Everyone has watched TV shows like CSI and others that look at the forensic benefit of medical examiners and crime labs. It looks like sexy and fascinating work. Is it really? What do medical examiners really do?
Because of the expense involved in setting up and running crime labs, there usually aren’t many in any state. The same is true of trained doctors to work as medical examiners. In Minnesota where I practice criminal law, there are three crime labs. Minneapolis (the largest city), Hennepin County (the largest county), and the state Bureau of Criminal Apprehension are the only three crime labs. And only the largest counties can afford to hire and maintain trained medical examiners.

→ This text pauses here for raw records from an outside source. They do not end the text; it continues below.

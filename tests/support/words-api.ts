import type { ListedWord, WordList, WordListName, WordLists } from '#shared/contracts/word-lists.js';
import type { Client } from '#tests/support/api.js';

export const wordsPath = ({ communityId }: Client) => `/api/communities/${communityId}/words`;

export async function wordsOf(client: Client): Promise<WordLists> {
  return (await client.get(wordsPath(client)).expect(200)).body as WordLists;
}

export const newWord = (changes: Partial<ListedWord> = {}): ListedWord => ({
  ...{ key: '', like: 'farm', word: 'Work of the terraces', isHidden: false, fromDays: null, toDays: null },
  ...changes,
});

/** Saves what a change makes of a list; the answer is still to be looked at. */
export async function changeWords(
  officer: Client,
  list: WordListName,
  change: (items: ListedWord[]) => ListedWord[],
) {
  const { version, items } = (await wordsOf(officer))[list];
  return officer.put(`${wordsPath(officer)}/${list}`, { version, items: change(items) });
}

/** A word of the village's own. */
export async function addWord(
  officer: Client,
  list: WordListName,
  changes: Partial<ListedWord> = {},
): Promise<ListedWord> {
  const answer = await changeWords(officer, list, (items) => [...items, newWord(changes)]);
  const added = (answer.body as WordList).items.at(-1);
  if (answer.status !== 200 || added === undefined) throw new Error(JSON.stringify(answer.body));
  return added;
}

export const renaming = (key: string, word: string) => (items: ListedWord[]) =>
  items.map((item) => (item.key === key ? { ...item, word } : item));
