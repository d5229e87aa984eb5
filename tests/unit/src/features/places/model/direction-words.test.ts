import { describe, expect, it } from 'vitest';
import { directionWords, handsHigh } from '#src/features/places/model/direction-words.js';

describe('a direction in words', () => {
  it.each([
    [0, 'n', null],
    [357, 'n', null],
    [93, 'e', null],
    [110, 'e', 's'],
    [70, 'e', 'n'],
    [190, 's', 'w'],
    [350, 'n', 'w'],
    [45, 'ne', null],
    [56, 'ne', null],
    [292, 'wnw', null],
  ] as const)('%d° is %s, leaning to %s', (azimuthDeg, point, leansTo) => {
    expect(directionWords(azimuthDeg)).toEqual({ point, leansTo });
  });
});

describe('a height in hands', () => {
  it.each([
    [-2, { key: 'below' }],
    [0, { key: 'level' }],
    [1.5, { key: 'part', part: 'eighth' }],
    [3.5, { key: 'part', part: 'third' }],
    [5, { key: 'part', part: 'half' }],
    [8, { key: 'part', part: 'three-quarters' }],
    [10, { key: 'hands', count: 1 }],
    [24, { key: 'hands', count: 2.5 }],
  ] as const)('%d° is %o', (altitudeDeg, hands) => {
    expect(handsHigh(altitudeDeg)).toEqual(hands);
  });
});
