import { DriftService } from '#server/features/drift/drift.service.js';
import { FinderService } from '#server/features/finder/finder.service.js';
import type { PlacesService } from '#server/features/places/places.service.js';
import {
  finderQuery,
  type ComparisonInput,
  type FinderAnswer,
  type YearsAnswer,
} from '#shared/contracts/finder.js';
import { driftQuery, type DriftAnswer } from '#shared/contracts/drift.js';
import type { Place } from '#shared/contracts/places.js';
import { TAZIMEL } from './stars-of-tazimel.js';

/** What the server answers for the demo's place, or one like it: computed, never written down. */

const placesOf = (place: Place) => ({ read: () => Promise.resolve(place) }) as unknown as PlacesService;
const NOBODY = undefined as never;

export function found(search: URLSearchParams, place: Place = TAZIMEL): Promise<FinderAnswer> {
  const query = finderQuery.parse(Object.fromEntries(search));
  return new FinderService(placesOf(place)).find(NOBODY, place.id, query);
}

export async function markerNames(): Promise<unknown> {
  return { items: await new FinderService(placesOf(TAZIMEL)).names(NOBODY, TAZIMEL.id), nextCursor: null };
}

export function years(body: unknown, place: Place = TAZIMEL): Promise<YearsAnswer> {
  return new FinderService(placesOf(place)).compareYears(NOBODY, place.id, body as ComparisonInput);
}

export function drifted(markerKey: string, search: URLSearchParams): Promise<DriftAnswer> {
  const query = driftQuery.parse(Object.fromEntries(search));
  return new DriftService(placesOf(TAZIMEL)).read(NOBODY, TAZIMEL.id, markerKey, query);
}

Although crime labs and medical examiners work together, they have different roles. The crime lab will work on the physical evidence found at the crime scene. The medical examiner will concentrate on the dead body found at the crime scene. The labs can test for finger prints, footprints, fiber analysis, blood stains, tire tracks, firearm identification, bullet analysis, and, of course, DNA. Medical examiners will use the following techniques in their work:
1. Autopsy of the dead body
2. Try to make a positive identification of the body
3. Establish a cause of death to the victim
4. Use science to determine the time of death.
Before I go into each of these steps, the history of medical examiners is funny in many ways. In the 1200’s in England, the king established a “death tax.” Today, we still retain that but now we call it an “estate tax. It means the king would receive a tax payment based on the value of the dead person’s assets or estate. Of course, many wealthy families tried to avoid this by hiding the dead body. The king relied upon the county sheriffs to find the body and report back to the king. Unfortunately, the sheriffs were often friends with the family and would give the king wrong information.

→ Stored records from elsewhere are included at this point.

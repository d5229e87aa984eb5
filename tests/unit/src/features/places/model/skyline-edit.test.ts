import { describe, expect, it } from 'vitest';
import {
  addPointAfter,
  eightPoints,
  heightScale,
  movePoint,
  placesInView,
  putBack,
  sunriseAzimuths,
  turnView,
} from '#src/features/places/model/skyline-edit.js';

const three = [
  { azimuthDeg: 0, altitudeDeg: 1 },
  { azimuthDeg: 90, altitudeDeg: 4 },
  { azimuthDeg: 180, altitudeDeg: 2 },
];

describe('moving a point', () => {
  it('goes no further than a degree before its neighbours, so that the order stays', () => {
    expect(movePoint(three, 1, { azimuthDeg: 250 })[1]?.azimuthDeg).toBe(179);
    expect(movePoint(three, 1, { azimuthDeg: -20 })[1]?.azimuthDeg).toBe(1);
    expect(movePoint(three, 2, { azimuthDeg: 400 })[2]?.azimuthDeg).toBe(359);
  });

  it('stays within what a skyline can be', () => {
    expect(movePoint(three, 1, { altitudeDeg: 99 })[1]?.altitudeDeg).toBe(60);
    expect(movePoint(three, 1, { altitudeDeg: -99 })[1]?.altitudeDeg).toBe(-5);
  });

  it('changes its height alone where its direction was measured finer than our steps', () => {
    const fine = [
      { azimuthDeg: 10.2, altitudeDeg: 1 },
      { azimuthDeg: 10.7, altitudeDeg: 1 },
      { azimuthDeg: 359.6, altitudeDeg: 1 },
    ];
    expect(movePoint(fine, 2, { altitudeDeg: 3 })[2]).toEqual({ azimuthDeg: 359.6, altitudeDeg: 3 });
    expect(movePoint(fine, 1, { azimuthDeg: 5 })[1]?.azimuthDeg).toBe(11.2);
  });
});

describe('adding a point', () => {
  it('puts it on the line, in the middle of the gap that follows', () => {
    expect(addPointAfter(three, 0)).toEqual({
      points: [three[0], { azimuthDeg: 45, altitudeDeg: 2.5 }, three[1], three[2]],
      index: 1,
    });
  });

  it('reaches over north', () => {
    expect(addPointAfter(three, 2)?.points.at(-1)).toEqual({ azimuthDeg: 270, altitudeDeg: 1.5 });
  });

  it('says when there is no room', () => {
    const close = [
      { azimuthDeg: 10, altitudeDeg: 1 },
      { azimuthDeg: 11, altitudeDeg: 1 },
    ];
    expect(addPointAfter(close, 0)).toBeNull();
  });

  it('begins a level skyline with the eight winds', () => {
    expect(eightPoints().map((point) => point.azimuthDeg)).toEqual([0, 45, 90, 135, 180, 225, 270, 315]);
  });
});

describe('a point that was taken away', () => {
  it('comes back in its place among what stands there by now', () => {
    const now = [
      { azimuthDeg: 0, altitudeDeg: 9 },
      { azimuthDeg: 180, altitudeDeg: 2 },
    ];
    expect(putBack(now, { azimuthDeg: 90, altitudeDeg: 4 })).toEqual([
      now[0],
      { azimuthDeg: 90, altitudeDeg: 4 },
      now[1],
    ]);
    expect(putBack(now, { azimuthDeg: 180, altitudeDeg: 5 })).toEqual([
      now[0],
      { azimuthDeg: 180, altitudeDeg: 5 },
    ]);
  });
});

describe('the picture', () => {
  it('leaves room above the highest point for its peg, and below the lowest', () => {
    expect(heightScale(three)).toEqual({ topDeg: 8, bottomDeg: -1, levelsDeg: [2, 4, 6] });
    const steep = heightScale([{ azimuthDeg: 0, altitudeDeg: 40 }]);
    expect(steep.topDeg).toBeGreaterThan(45);
    expect(heightScale([{ azimuthDeg: 0, altitudeDeg: -5 }]).bottomDeg).toBeLessThan(-5);
  });

  it('shows north at both ends of the whole turn', () => {
    expect(placesInView(0, turnView(null))).toEqual([0, 360]);
    expect(placesInView(0, turnView('east'))).toEqual([0]);
    expect(placesInView(0, turnView('west'))).toEqual([360]);
    expect(placesInView(90, turnView('west'))).toEqual([]);
  });

  it('marks where the Sun comes up in the course of a year, and all of it beyond the polar circle', () => {
    // On the equator the Sun rises within its own declination of east: 90° ± 23.44°.
    expect(sunriseAzimuths(0).fromDeg).toBeCloseTo(66.56, 2);
    expect(sunriseAzimuths(0).toDeg).toBeCloseTo(113.44, 2);
    expect(sunriseAzimuths(70)).toEqual({ fromDeg: 0, toDeg: 180 });
  });
});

The kings decided to hire their own help and called them coroners, after the Latin word for crown. The coroners found the bodies and determined if the person was really dead and how they died. That way, the kings could collect the appropriate taxes.

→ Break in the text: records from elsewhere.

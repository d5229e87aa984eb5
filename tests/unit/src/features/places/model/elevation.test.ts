import { describe, expect, it } from 'vitest';
import { readElevationM } from '#src/features/places/model/elevation.js';

describe('a height above the sea', () => {
  it.each([
    ['1950', 1950],
    ['1,950', 1950],
    ['1.950', 1950],
    ['1 950 m', 1950],
    ['1950 metres', 1950],
    ['12.5', 12.5],
    ['12,5', 12.5],
    ['-30', -30],
    ['−30 m', -30],
    ['0', 0],
  ])('%j is %d metres', (text, metres) => {
    expect(readElevationM(text)).toBe(metres);
  });

  it.each(['', 'high', '6400 ft', '1950x', '1,95,0'])('%j is none', (text) => {
    expect(readElevationM(text)).toBeNull();
  });
});
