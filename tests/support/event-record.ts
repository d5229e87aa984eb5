import { EMPTY_RECORD, type EventRecord } from '#shared/contracts/event-record.js';

/** As whole, of work that waits for no signs. */
export function withoutSigns(): EventRecord {
  const { what } = wholeRecord();
  const { variety } = EMPTY_RECORD.what;
  return wholeRecord({ what: { ...what, operation: 'weed', variety }, signs: EMPTY_RECORD.signs });
}

/** A whole record of sowing: nothing that its kind needs is left unsaid. */
export function wholeRecord(changes: Partial<EventRecord> = {}): EventRecord {
  const check = { office: 'Agricultural office', name: 'R. Ansel', day: '2027-02-03' };
  return {
    what: {
      operation: 'sow',
      ownOperation: '',
      variety: { name: 'long millet', fromDays: 85, toDays: 95 },
      land: 'upper terraces',
    },
    when: { ...EMPTY_RECORD.when, leadDays: 14, graceDays: 5 },
    signs: {
      list: [
        {
          type: 'soil',
          name: 'wet to the hand',
          look: 'Soil sticks at hand depth.',
          where: 'terraces',
          usual: null,
          stillSeen: 'yes',
        },
        {
          type: 'bird',
          name: 'the reed caller',
          look: 'It calls at dusk.',
          where: 'by the spring',
          usual: { from: { month: 6, day: 1 }, to: { month: 6, day: 20 } },
          stillSeen: 'seldom',
        },
      ],
      needed: 2,
      mustHave: 0,
    },
    work: {
      ...EMPTY_RECORD.work,
      responsible: 'women of each house',
      decides: 'the eldest sister',
      ifEarly: 'Sow one strip and wait.',
      ifLaterStill: 'Sow beans.',
      stop: { date: { month: 7, day: 5 }, source: 'Agricultural office' },
      askWhom: 'the field officer',
    },
    trust: { confidence: 'fair', by: 'Elder A-1', basis: 'handed-down' },
    heard: { where: 'upper village', day: '2026-11-20', language: 'Tazi' },
    checked: { work: check, safety: check, late: check },
    ...changes,
  };
}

In the new country of America, we adopted the same system of coroners, most of them elected in each county. The problem was, like those in England, many of them weren’t trained to do the job. They could be farmers, mechanics, carpenters, and maybe even young people. (The youngest coroner in the United States was 18) By the 1800s it was obvious the system wasn’t working well. Instead of checking on dead people for taxes, now the job had become one of deciding the cause of death—was it an accident, natural causes, or was it murder? So, by 1860 many states required that the coroner be a medical doctor.
Today, almost all states have laws that require the coroner (since named the Medical Examiner) to be a trained, forensic pathologist. However, in Kentucky, they still have a constitutional requirement that the coroner cannot be elected if the candidate “has ever fought a duel.”